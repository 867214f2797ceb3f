//! The characterised demo kit checked in ngspice, a circuit simulator from
//! outside the project (Debian's `ngspice` package; `.ci/run` installs it).
//!
//! - DC: for every cell and input row, ngspice's operating point of the
//!   cell's deck equals the characterised output voltage within 0.1 mV and
//!   the static supply current within 0.1 %.
//! - Transient: the 50 % delay of an inverter driving one and four inverters,
//!   and of every two-input cell driving two inverters, agrees with the
//!   characterised `intrinsic + per_load · load` model within 10 %. As in
//!   the characterisation, the switching input is driven by a chain of the
//!   kit's inverter, each driving four unit loads (padding capacitors make
//!   up the load), and the slowest arc counts.
//!
//! When ngspice is missing the tests print a line saying so and pass.

use ribbonmap::device::library_write::library_text;
use ribbonmap::device::spice::{load_models, node, write_deck, DeckModels, Stimulus};
use ribbonmap::device::switching::{arcs, REFERENCE_FANOUT};
use ribbonmap::device::{characterize, read_kit, Characterization};
use ribbonmap::library::electrical::read_electrical;
use ribbonmap::library::Library;
use ribbonmap::netlist::{Driver, MappedNetlist, Port};
use std::path::{Path, PathBuf};
use std::process::Command;

fn ngspice_present() -> bool {
    let found = Command::new("ngspice").arg("--version").output().is_ok();
    if !found {
        println!("SKIPPED: ngspice is not installed (apt-get install -y ngspice); the SPICE checks did not run");
    }
    found
}

fn demo_kit() -> PathBuf {
    Path::new(env!("CARGO_MANIFEST_DIR")).join("libraries/devices/demo/demo.json")
}

struct Setup {
    _dir: tempfile::TempDir,
    dir: PathBuf,
    ch: Characterization,
    lib: Library,
    models: DeckModels,
}

fn setup() -> Setup {
    let dir = tempfile::tempdir().unwrap();
    let path = dir.path().to_path_buf();
    let ch = characterize(read_kit(&demo_kit()).unwrap()).unwrap();
    let text = library_text(&ch, &path);
    let lib = Library::from_json_str(&text, "demo-lib.json").unwrap();
    let models = load_models(&lib, &read_electrical(&text), &path, "demo-lib.json").unwrap();
    Setup {
        _dir: dir,
        dir: path,
        ch,
        lib,
        models,
    }
}

/// A netlist of one `cell` on inputs x0.. with its output driving `loads`
/// inverters; the cell's output net is returned with the netlist.
fn cell_netlist(lib: &Library, cell: &str, loads: usize) -> (MappedNetlist, u32) {
    let index = lib.cell_index(cell).unwrap() as u32;
    let inv = lib.cell_index("inv").unwrap() as u32;
    let mut n = MappedNetlist {
        name: format!("{cell}_x{loads}"),
        library: lib.name.clone(),
        ..MappedNetlist::default()
    };
    let arity = lib.cells[index as usize].arity();
    let inputs: Vec<u32> = (0..arity)
        .map(|k| {
            let id = n.add_net(format!("x{k}"), Driver::Input(k as u32));
            n.inputs.push(Port {
                name: format!("x{k}"),
                net: id,
            });
            id
        })
        .collect();
    let y = n.add_instance(index, inputs, "y".into());
    for l in 0..loads {
        let out = n.add_instance(inv, vec![y], format!("load{l}"));
        n.outputs.push(Port {
            name: format!("load{l}"),
            net: out,
        });
    }
    if loads == 0 {
        n.outputs.push(Port {
            name: "y".into(),
            net: y,
        });
    }
    (n, y)
}

fn run_ngspice(dir: &Path, deck: &str) -> String {
    let out = Command::new("ngspice")
        .arg("-b")
        .arg(deck)
        .current_dir(dir)
        .output()
        .expect("ngspice runs");
    String::from_utf8_lossy(&out.stdout).to_string() + &String::from_utf8_lossy(&out.stderr)
}

/// The value printed after `name` on a line of ngspice's operating point.
fn op_value(output: &str, name: &str) -> f64 {
    output
        .lines()
        .find_map(|l| {
            let mut it = l.split_whitespace();
            (it.next() == Some(name)).then(|| it.next()?.parse::<f64>().ok())?
        })
        .unwrap_or_else(|| panic!("{name} not in ngspice output:\n{output}"))
}

#[test]
fn dc_operating_points_match_the_characterisation_ngspice() {
    if !ngspice_present() {
        return;
    }
    let s = setup();
    let mut worst_dv: f64 = 0.0;
    let mut worst_di: f64 = 0.0;
    let mut checked = 0;
    for c in &s.ch.cells {
        let (netlist, y) = cell_netlist(&s.lib, &c.kit_cell.name, 0);
        for (r, row) in c.rows.iter().enumerate() {
            let bits: Vec<bool> = (0..c.kit_cell.inputs.len())
                .map(|k| r >> k & 1 == 1)
                .collect();
            let stem = format!("{}_{r}", c.kit_cell.name);
            let deck = write_deck(
                &netlist,
                &s.lib,
                &s.models,
                &Stimulus::Pattern(bits),
                &stem,
                &[],
            )
            .unwrap();
            let path = s.dir.join(format!("{stem}.cir"));
            deck.save(&path).unwrap();
            let output = run_ngspice(&s.dir, path.to_str().unwrap());
            let v = op_value(&output, &node(y));
            // The supply source's branch current flows into its + terminal.
            let i = -op_value(&output, "vsupply#branch");
            let dv = (v - row.output_v).abs();
            let di = (i - row.current_a).abs() / row.current_a;
            assert!(
                dv < 1e-4,
                "{} row {r}: ngspice {v} V, characterised {} V",
                c.kit_cell.name,
                row.output_v
            );
            assert!(
                di < 1e-3,
                "{} row {r}: ngspice {i} A, characterised {} A",
                c.kit_cell.name,
                row.current_a
            );
            worst_dv = worst_dv.max(dv);
            worst_di = worst_di.max(di);
            checked += 1;
        }
    }
    assert_eq!(checked, 2 * 2 + 6 * 4 + 8 * 8);
    println!(
        "ngspice DC: {checked} cell rows, max |dV| = {:.3e} V, max relative current error = {:.3e}",
        worst_dv, worst_di
    );
}

/// Stages of the reference chain in front of the switching input. The
/// characterisation drives every arc with the settled edge of a chain of
/// the kit's inverter, each driving four unit loads (docs/device-data.md,
/// "Delay"); six stages settle that edge in ngspice as well (the
/// integrated chain's stage delays differ by less than 0.2 % from the
/// fourth stage on).
const REFERENCE_STAGES: usize = 6;

/// A netlist of one `cell` driving `loads` inverters, its input `switching`
/// driven through [`REFERENCE_STAGES`] inverters from the primary input
/// `src` (the last netlist input); the other inputs are primary inputs
/// x0.. in pin order. Returns the netlist, the switching pin's net, the
/// cell's output net and the padding capacitors (net, aF) that bring each
/// reference inverter's load to four unit loads.
fn driven_netlist(
    s: &Setup,
    cell: &str,
    switching: usize,
    loads: usize,
) -> (MappedNetlist, u32, u32, Vec<(u32, f64)>) {
    let lib = &s.lib;
    let index = lib.cell_index(cell).unwrap() as u32;
    let inv = lib.cell_index("inv").unwrap() as u32;
    let unit = s.models.unit_load_af;
    let gate = |c: u32| {
        s.models.cells[c as usize]
            .as_ref()
            .unwrap()
            .gate_capacitance_af
    };
    let mut n = MappedNetlist {
        name: format!("{cell}_in{switching}_x{loads}"),
        library: lib.name.clone(),
        ..MappedNetlist::default()
    };
    let arity = lib.cells[index as usize].arity();
    let mut pins = vec![0u32; arity];
    for (k, pin) in pins.iter_mut().enumerate() {
        if k != switching {
            let id = n.add_net(format!("x{k}"), Driver::Input(n.inputs.len() as u32));
            n.inputs.push(Port {
                name: format!("x{k}"),
                net: id,
            });
            *pin = id;
        }
    }
    let src = n.add_net("src".into(), Driver::Input(n.inputs.len() as u32));
    n.inputs.push(Port {
        name: "src".into(),
        net: src,
    });
    let mut padding = Vec::new();
    let mut previous = src;
    for stage in 0..REFERENCE_STAGES {
        previous = n.add_instance(inv, vec![previous], format!("ref{stage}"));
        let driven = if stage + 1 == REFERENCE_STAGES {
            gate(index)
        } else {
            gate(inv)
        };
        padding.push((previous, REFERENCE_FANOUT * unit - driven));
    }
    pins[switching] = previous;
    let y = n.add_instance(index, pins, "y".into());
    for l in 0..loads {
        let out = n.add_instance(inv, vec![y], format!("load{l}"));
        n.outputs.push(Port {
            name: format!("load{l}"),
            net: out,
        });
    }
    (n, previous, y, padding)
}

/// Measures the 50 % delay of `cell` driving `loads` inverters on every
/// arc, each input driven through the reference chain, and returns the
/// slowest arc's (ngspice) and the library's model, in picoseconds.
fn slowest_arc_delay(s: &Setup, cell: &str, loads: usize) -> (f64, f64) {
    let c = s.ch.cells.iter().find(|c| c.kit_cell.name == cell).unwrap();
    let n = c.kit_cell.inputs.len();
    let mid_in = (s.models.logic_low_v + s.models.logic_high_v) / 2.0;
    let mut slowest: f64 = 0.0;
    for arc in arcs(c.truth, n) {
        let (netlist, pin, y, padding) = driven_netlist(s, cell, arc.input, loads);
        // The other inputs in pin order, then src; an even chain passes the
        // source's edge on unchanged.
        let bits = |rises_after: bool| -> Vec<bool> {
            let mut b: Vec<bool> = (0..n)
                .filter(|&k| k != arc.input)
                .map(|k| arc.row >> k & 1 == 1)
                .collect();
            b.push(rises_after == arc.input_rises);
            b
        };
        let mut extra: Vec<String> = padding
            .iter()
            .enumerate()
            .map(|(i, (net, af))| format!("cpad{i} {} 0 {:e}", node(*net), af * 1e-18))
            .collect();
        extra.push(format!(
            ".measure tran t50 trig v({}) val={mid_in} cross=1 targ v({}) val={} cross=1",
            node(pin),
            node(y),
            s.models.supply_v / 2.0
        ));
        let stem = format!(
            "{cell}_in{}_r{}_{}_x{loads}",
            arc.input,
            arc.row,
            if arc.input_rises { "rise" } else { "fall" }
        );
        let deck = write_deck(
            &netlist,
            &s.lib,
            &s.models,
            &Stimulus::Step {
                from: bits(false),
                to: bits(true),
                step_ps: 5.0,
                ramp_ps: 0.01,
                stop_ps: 200.0,
            },
            &stem,
            &extra,
        )
        .unwrap();
        let path = s.dir.join(format!("{stem}.cir"));
        deck.save(&path).unwrap();
        let output = run_ngspice(&s.dir, path.to_str().unwrap());
        let t50 = output
            .lines()
            .find_map(|l| {
                let l = l.trim();
                let rest = l.strip_prefix("t50")?.trim_start().strip_prefix('=')?;
                rest.split_whitespace().next()?.parse::<f64>().ok()
            })
            .unwrap_or_else(|| panic!("no t50 in ngspice output:\n{output}"));
        slowest = slowest.max(t50 * 1e12);
    }
    let cell_lib = s.lib.cell(cell).unwrap();
    let inv_load = s.lib.cell("inv").unwrap().input_load;
    let model = cell_lib.delay_for_load(loads as f64 * inv_load);
    (slowest, model)
}

#[test]
fn transient_delays_match_the_delay_model_ngspice() {
    if !ngspice_present() {
        return;
    }
    let s = setup();
    let mut cases = vec![("inv", 1), ("inv", 4)];
    for c in &s.ch.cells {
        if c.kit_cell.inputs.len() == 2 {
            cases.push((Box::leak(c.kit_cell.name.clone().into_boxed_str()), 2));
        }
    }
    let mut worst: f64 = 0.0;
    for (cell, loads) in cases {
        let (spice, model) = slowest_arc_delay(&s, cell, loads);
        let error = (spice - model).abs() / model;
        println!(
            "ngspice t50 of the slowest arc of {cell} driving {loads}: {spice:.4} ps, model {model:.4} ps, error {:.2} %",
            error * 100.0
        );
        assert!(
            error < 0.10,
            "{cell} x{loads}: ngspice {spice} ps, model {model} ps"
        );
        worst = worst.max(error);
    }
    println!(
        "ngspice transient: worst delay error {:.2} %",
        worst * 100.0
    );
}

=-=-=-=-=

:: What is expected ::
Copy every line of the material above in which the word "String" appears.

:: Problem solution ::
fn run_ngspice(dir: &Path, deck: &str) -> String {
    String::from_utf8_lossy(&out.stdout).to_string() + &String::from_utf8_lossy(&out.stderr)
        let mut extra: Vec<String> = padding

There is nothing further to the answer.